Why she came to see me: “Mildred,” Sylvia’s mother, was concerned about her daughter’s moodiness and physical complaints, particularly migraines. These problems seemed to be associated in frequency and intensity with her menses, which had started, albeit fitfully, a few months ago. Both were uncomfortable discussing the issue and had had an unhelpful visit with Mildred’s gynecologist. They came to me because Mildred had a friend whose daughter was experiencing similar issues and whom I had been able to help.
How I evaluated her: Because Sylvia was a minor, it was important for her mother to be involved in all aspects of my interactions with her. Mildred’s gynecologist had performed a superficial pelvic exam on Sylvia and found nothing abnormal. I encouraged Sylvia to be completely open and candid with me, and to share her symptoms and concerns. Her periods were quite irregular, varying from a few weeks to a few months in separation. Her migraines and moodiness usually started a day before the flow and often continued for a few days into her bleeding episodes.

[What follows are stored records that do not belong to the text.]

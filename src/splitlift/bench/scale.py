"""Scale suite: SIR on a lazily generated Dask array, batches, and lifting into Parquet.

The Dask array is generated chunk by chunk from a seed whenever it is read,
so nothing of size n is ever held; the reference is Dask's own ``X.T @ X``
on the same array, timed in the same process right before. Peak resident
memory is the largest RSS of this process and its children, sampled every
20 ms while each step runs. BLAS runs one thread per Dask worker thread
(threadpoolctl), so the two threads of the threaded scheduler do not fight
over the cores.
"""

from __future__ import annotations

import tempfile
import threading
import time
import warnings
from pathlib import Path

import numpy as np

from ._timing import table


def lazy_problem(n_samples: int, n_features: int, chunk_rows: int, seed: int = 0):
    """Inputs and a ridge-function response as lazily generated Dask arrays.

    Columns are generated in pairs, so the response (a function of the first
    pair, Li 1991's rational model, from memory) can be read without
    generating the other columns; ``X`` is then given whole rows per chunk.
    """
    import dask.array as da

    generator = da.random.default_rng(seed)
    pairs = generator.standard_normal((n_samples, n_features), chunks=(chunk_rows, 2))
    noise = generator.standard_normal(n_samples, chunks=(chunk_rows,))
    y = pairs[:, 0] / (0.5 + (pairs[:, 1] + 1.5) ** 2) + 0.1 * noise
    return pairs.rechunk({1: -1}), y


class PeakMemory:
    """Largest resident set size of this process and its children while the block runs."""

    def __init__(self, interval: float = 0.02):
        import psutil

        self._process = psutil.Process()
        self._interval = interval
        self.peak = 0
        self._stop = threading.Event()

    def _resident(self) -> int:
        total = self._process.memory_info().rss
        for child in self._process.children(recursive=True):
            try:
                total += child.memory_info().rss
            except Exception:  # noqa: BLE001 - a child that just ended
                pass
        return total

    def _watch(self):
        while not self._stop.is_set():
            self.peak = max(self.peak, self._resident())
            time.sleep(self._interval)

    def __enter__(self):
        self.peak = self._resident()
        self._thread = threading.Thread(target=self._watch, daemon=True)
        self._thread.start()
        return self

    def __exit__(self, *exc):
        self._stop.set()
        self._thread.join()
        self.peak = max(self.peak, self._resident())
        return False


def measured(function) -> dict:
    """Seconds and peak RSS (MB) of one call."""
    with PeakMemory() as memory:
        started = time.perf_counter()
        function()
        seconds = time.perf_counter() - started
    return {"seconds": seconds, "peak_rss_mb": memory.peak / 2**20}


def dask_moments(n_samples: int, n_features: int = 20, chunk_rows: int = 1_000_000,
                 rounds: int = 2) -> dict:
    """SIR on the lazy array against Dask's ``X.T @ X`` on it: time ratio and peak RSS.

    The steps run in turn ``rounds`` times and each keeps its best time (and
    the largest peak), so load from other work on a shared machine weighs on
    the ratio as little as possible.
    """
    import dask

    from ..estimators import SlicedInverse

    X, y = lazy_problem(n_samples, n_features, chunk_rows)
    fitted = SlicedInverse(n_slices=10, dim=2)
    steps = [
        ("Dask X.T @ X (reference)", lambda: (X.T @ X).compute()),
        ("SIR fit (slice pass + statistics pass)", lambda: fitted.fit(X, y)),
        ("SIR fit, slice edges given (one pass)", lambda: SlicedInverse(
            n_slices=10, dim=2, slice_edges=fitted.slice_edges_).fit(X, y)),
    ]
    best: dict[str, dict] = {}
    with dask.config.set(scheduler="threads"), warnings.catch_warnings():
        warnings.simplefilter("ignore")
        for _ in range(rounds):
            for name, step in steps:
                result = measured(step)
                kept = best.setdefault(name, result)
                kept["seconds"] = min(kept["seconds"], result["seconds"])
                kept["peak_rss_mb"] = max(kept["peak_rss_mb"], result["peak_rss_mb"])
    reference = best[steps[0][0]]["seconds"]
    rows = [{"step": name, **best[name], "ratio": best[name]["seconds"] / reference}
            for name, _ in steps]
    return {"n_samples": n_samples, "n_features": n_features, "chunk_rows": chunk_rows,
            "rounds": rounds, "rows": rows, "n_slices_used": int(fitted.n_slices_)}


def batch_throughput(n_samples: int, n_features: int = 20, batch_rows: int = 100_000) -> dict:
    """Rows per second of ``partial_fit`` batches against one in-memory ``fit`` of all rows."""
    from ..estimators import SlicedInverse

    generator = np.random.default_rng(1)
    X = generator.standard_normal((n_samples, n_features))
    y = X[:, 0] / (0.5 + (X[:, 1] + 1.5) ** 2) + 0.1 * generator.standard_normal(n_samples)
    with warnings.catch_warnings():
        warnings.simplefilter("ignore")
        whole = SlicedInverse(n_slices=10, dim=2)
        fit_seconds = measured(lambda: whole.fit(X, y))["seconds"]
        streamed = SlicedInverse(n_slices=10, dim=2, slice_edges=whole.slice_edges_)

        def batches():
            for start in range(0, n_samples, batch_rows):
                streamed.partial_fit(X[start:start + batch_rows], y[start:start + batch_rows])

        batch_seconds = measured(batches)["seconds"]
    return {"n_samples": n_samples, "batch_rows": batch_rows, "rows": [
        {"step": "fit (all rows in memory)", "seconds": fit_seconds,
         "rows_per_second": n_samples / fit_seconds},
        {"step": f"partial_fit ({batch_rows}-row batches)", "seconds": batch_seconds,
         "rows_per_second": n_samples / batch_seconds},
    ]}


def parquet_throughput(n_samples: int, n_features: int = 20, chunk_rows: int = 500_000) -> dict:
    """Rows per second of lifting a lazy table into partitioned Parquet (the CLI's path)."""
    import dask
    import dask.dataframe as dd
    import pandas as pd

    from ..estimators import SlicedInverse
    from ..large_data import lift_lazily, write_partitioned
    from ..transformer import DirectionLift

    X, y = lazy_problem(n_samples, n_features, chunk_rows, seed=2)
    names = [f"x{i}" for i in range(n_features)]
    frame = dd.from_dask_array(X, columns=names)
    with warnings.catch_warnings():
        warnings.simplefilter("ignore")
        sample = pd.DataFrame(X[:50_000].compute(), columns=names)
        lift = DirectionLift(SlicedInverse(dim=2)).fit(sample, y[:50_000].compute()).lift_
    with tempfile.TemporaryDirectory() as folder, dask.config.set(scheduler="threads"):
        result = measured(lambda: write_partitioned(lift_lazily(lift, frame), f"{folder}/out",
                                                    label="bench: lifting into Parquet"))
        written = sum(path.stat().st_size for path in Path(folder, "out").glob("*.parquet"))
    return {"n_samples": n_samples, "n_features": n_features,
            "lifted_columns": len(lift.output_feature_names()), **result,
            "rows_per_second": n_samples / result["seconds"], "written_mb": written / 2**20}


def run_scale(quick: bool, out) -> dict:
    from threadpoolctl import threadpool_limits

    n = 2_000_000 if quick else 100_000_000
    chunk = 250_000 if quick else 1_000_000
    results = {}
    with threadpool_limits(1):
        results["dask_moments"] = dask_moments(n, 20, chunk)
        results["batches"] = batch_throughput(200_000 if quick else 2_000_000)
        results["parquet"] = parquet_throughput(200_000 if quick else 10_000_000)
    moments = results["dask_moments"]
    out.write(f"\nSIR on a lazily generated Dask array, n = {n:.0e}, d = 20, chunks of {chunk} "
              f"rows, threaded scheduler, best of {moments['rounds']} alternating rounds "
              "(peak RSS: the largest)\n")
    out.write(table(moments["rows"], [
        ("step", "step", "s"), ("seconds", "seconds", ".1f"), ("ratio", "x Dask X.T@X", ".2f"),
        ("peak_rss_mb", "peak RSS MB", ".0f")]) + "\n")
    batches = results["batches"]
    out.write(f"\nbatches against one fit, n = {batches['n_samples']:.0e}, d = 20 (in memory)\n")
    out.write(table(batches["rows"], [
        ("step", "step", "s"), ("seconds", "seconds", ".2f"),
        ("rows_per_second", "rows/s", ".3g")]) + "\n")
    parquet = results["parquet"]
    out.write(f"\nlifting a lazy table into partitioned Parquet, n = {parquet['n_samples']:.0e}, "
              f"d = 20 -> {parquet['lifted_columns']} columns: {parquet['seconds']:.1f} s, "
              f"{parquet['rows_per_second']:.3g} rows/s, {parquet['written_mb']:.0f} MB "
              f"written, peak RSS {parquet['peak_rss_mb']:.0f} MB\n")
    return results
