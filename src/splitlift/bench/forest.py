"""Timing of the STIT forest against scikit-learn's extremely randomised trees."""

from __future__ import annotations

import numpy as np
from sklearn.ensemble import ExtraTreesRegressor
from sklearn.utils import check_random_state

from ..forest import StitForestRegressor
from ._timing import timed


def benchmark_forest(
    n_samples: int = 20_000,
    n_features: int = 10,
    n_trees: int = 100,
    random_state=0,
    n_jobs: int | None = None,
) -> dict:
    """Fit and predict times of a fully grown STIT forest and of the reference forest.

    Both forests grow ``n_trees`` trees to full depth on the same synthetic
    ridge-function data: :class:`StitForestRegressor` with
    ``lifetime=np.inf`` on the input axes, and scikit-learn's
    ``ExtraTreesRegressor(max_features=1)``, which also cuts one random
    coordinate at a random threshold per node. Both predict the training
    inputs. Timings come from one run each.

    Parameters
    ----------
    n_samples, n_features, n_trees : int
    random_state : int, RandomState instance or None
    n_jobs : int, optional
        Passed to both forests.

    Returns
    -------
    dict
        ``stit_fit_seconds``, ``stit_predict_seconds``,
        ``reference_fit_seconds``, ``reference_predict_seconds``,
        ``fit_ratio`` and ``predict_ratio`` (STIT over reference), the mean
        number of leaves of each forest, and the settings.
    """
    rng = check_random_state(random_state)
    X = rng.standard_normal((n_samples, n_features))
    direction = np.ones(n_features) / np.sqrt(n_features)
    y = np.sin(2 * X @ direction) + 0.1 * rng.standard_normal(n_samples)  # synthetic

    stit = StitForestRegressor(lifetime=np.inf, n_trees=n_trees, random_state=0, n_jobs=n_jobs)
    reference = ExtraTreesRegressor(
        n_estimators=n_trees, max_features=1, random_state=0, n_jobs=n_jobs
    )
    stit_fit, _ = timed(lambda: stit.fit(X, y))
    stit_predict, _ = timed(lambda: stit.predict(X))
    reference_fit, _ = timed(lambda: reference.fit(X, y))
    reference_predict, _ = timed(lambda: reference.predict(X))
    return {
        "n_samples": n_samples,
        "n_features": n_features,
        "n_trees": n_trees,
        "n_jobs": n_jobs,
        "stit_fit_seconds": stit_fit,
        "stit_predict_seconds": stit_predict,
        "reference_fit_seconds": reference_fit,
        "reference_predict_seconds": reference_predict,
        "fit_ratio": stit_fit / reference_fit,
        "predict_ratio": stit_predict / reference_predict,
        "stit_mean_leaves": float(stit.n_leaves_.mean()),
        "reference_mean_leaves": float(
            np.mean([tree.get_n_leaves() for tree in reference.estimators_])
        ),
    }
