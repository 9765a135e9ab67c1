"""Rate suite: excess test risk against n, with fitted log-log slopes.

The theory for oblique STIT forests on a Lipschitz ridge function predicts
risk of order ``n^{-2/(s+2)}`` for a lift whose leakage falls fast enough,
against ``n^{-2/(d+2)}`` for axis-aligned cuts. Slopes fitted on a short
grid of n are rough; the suite prints them beside both exponents.
"""

from __future__ import annotations

import warnings

import numpy as np
from sklearn.pipeline import make_pipeline
from sklearn.preprocessing import StandardScaler

from ..estimators import GradientOuterProduct
from ..forest import StitForestRegressor
from ..lift import LiftMatrix
from ..transformer import DirectionLift
from ._timing import table
from .problems import ridge

N_FEATURES, SUBSPACE_DIM, N_TEST = 10, 2, 4000


def _models(problem, n_trees: int) -> dict:
    stit = StitForestRegressor(n_trees=n_trees, random_state=0, n_jobs=-1)
    scale = problem.X_train.std(axis=0)
    true_lift = LiftMatrix.from_subspace(problem.true_basis * scale[:, None])
    return {
        "learned lift (OPG)": make_pipeline(
            DirectionLift(GradientOuterProduct(dim=SUBSPACE_DIM, random_state=0)), stit),
        "axis": make_pipeline(StandardScaler(), StitForestRegressor(
            n_trees=n_trees, random_state=0, n_jobs=-1)),
        "true lift": make_pipeline(StandardScaler(), StitForestRegressor(
            n_trees=n_trees, lift=true_lift, random_state=0, n_jobs=-1)),
    }


def run_rate(quick: bool, out) -> dict:
    sizes = (250, 500, 1000, 2000) if quick else (250, 500, 1000, 2000, 4000, 8000)
    repeats, n_trees = (1, 20) if quick else (3, 50)
    risks: dict[str, list[list[float]]] = {}
    with warnings.catch_warnings():
        warnings.simplefilter("ignore")
        for n in sizes:
            for repeat in range(repeats):
                problem = ridge(n, N_TEST, N_FEATURES, SUBSPACE_DIM, seed=100 + repeat)
                for name, model in _models(problem, n_trees).items():
                    model.fit(problem.X_train, problem.y_train)
                    mse = np.mean((model.predict(problem.X_test) - problem.y_test) ** 2)
                    excess = max(mse - problem.noise_variance, 1e-12)
                    risks.setdefault(name, [[] for _ in sizes])[sizes.index(n)].append(excess)
    rows, slopes = [], {}
    for name, per_size in risks.items():
        means = np.array([np.mean(values) for values in per_size])
        slope = float(np.polyfit(np.log(sizes), np.log(means), 1)[0])
        slopes[name] = slope
        rows.append({"lift": name, **{f"n={n}": m for n, m in zip(sizes, means, strict=True)},
                     "slope": slope})
    theory = {"subspace_rate": -2 / (SUBSPACE_DIM + 2), "axis_rate": -2 / (N_FEATURES + 2)}
    out.write(f"\nrate: excess test risk of STIT forests, ridge function d = {N_FEATURES}, "
              f"s = {SUBSPACE_DIM} (mean of {repeats} data sets per n)\n")
    columns = [("lift", "lift", "s")] + [(f"n={n}", f"n={n}", ".4f") for n in sizes]
    out.write(table(rows, columns + [("slope", "slope", ".3f")]) + "\n")
    out.write(f"  theory: -2/(s+2) = {theory['subspace_rate']:.3f}, "
              f"-2/(d+2) = {theory['axis_rate']:.3f}\n")
    return {"sizes": list(sizes), "rows": rows, "slopes": slopes, "theory": theory}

How I addressed these problems: I explained to Sylvia and her mother that the best way to bring regularity and freedom from many symptoms associated with a woman’s cycle is usually by supporting proper dietary choices (like limiting caffeine, fried foods, sodas with aspartame, and aged cheese and other foods that can trigger migraines), digestive function, and liver activity. Further that her migraines could be triggered by hormonal fluctuations associated with these factors.
I prescribed a fiber supplement that would bind hormonal waste products in the digestive tract…B vitamins to help the liver to remove these products from circulation…and a strong calcium and magnesium supplement to blunt the associated vasospasms (the constriction of blood vessels that, in Sylvia’s case, was triggering migraines). I also had her use the botanical butterbur when she needed some short-term relief from the migraines.
The patient’s progress: Under my care, Sylvia was better-able to manage and understand her physical and emotional issues and was encouraged that her periods were becoming more regular in frequency and duration, with fewer physical symptoms. Her migraines were also less frequent and less intense. I also encouraged Sylvia and Mildred to continue this newly open dialog about Sylvia’s symptoms.
A few weeks later, Mildred came in as a patient and is now being treated successfully by me as well.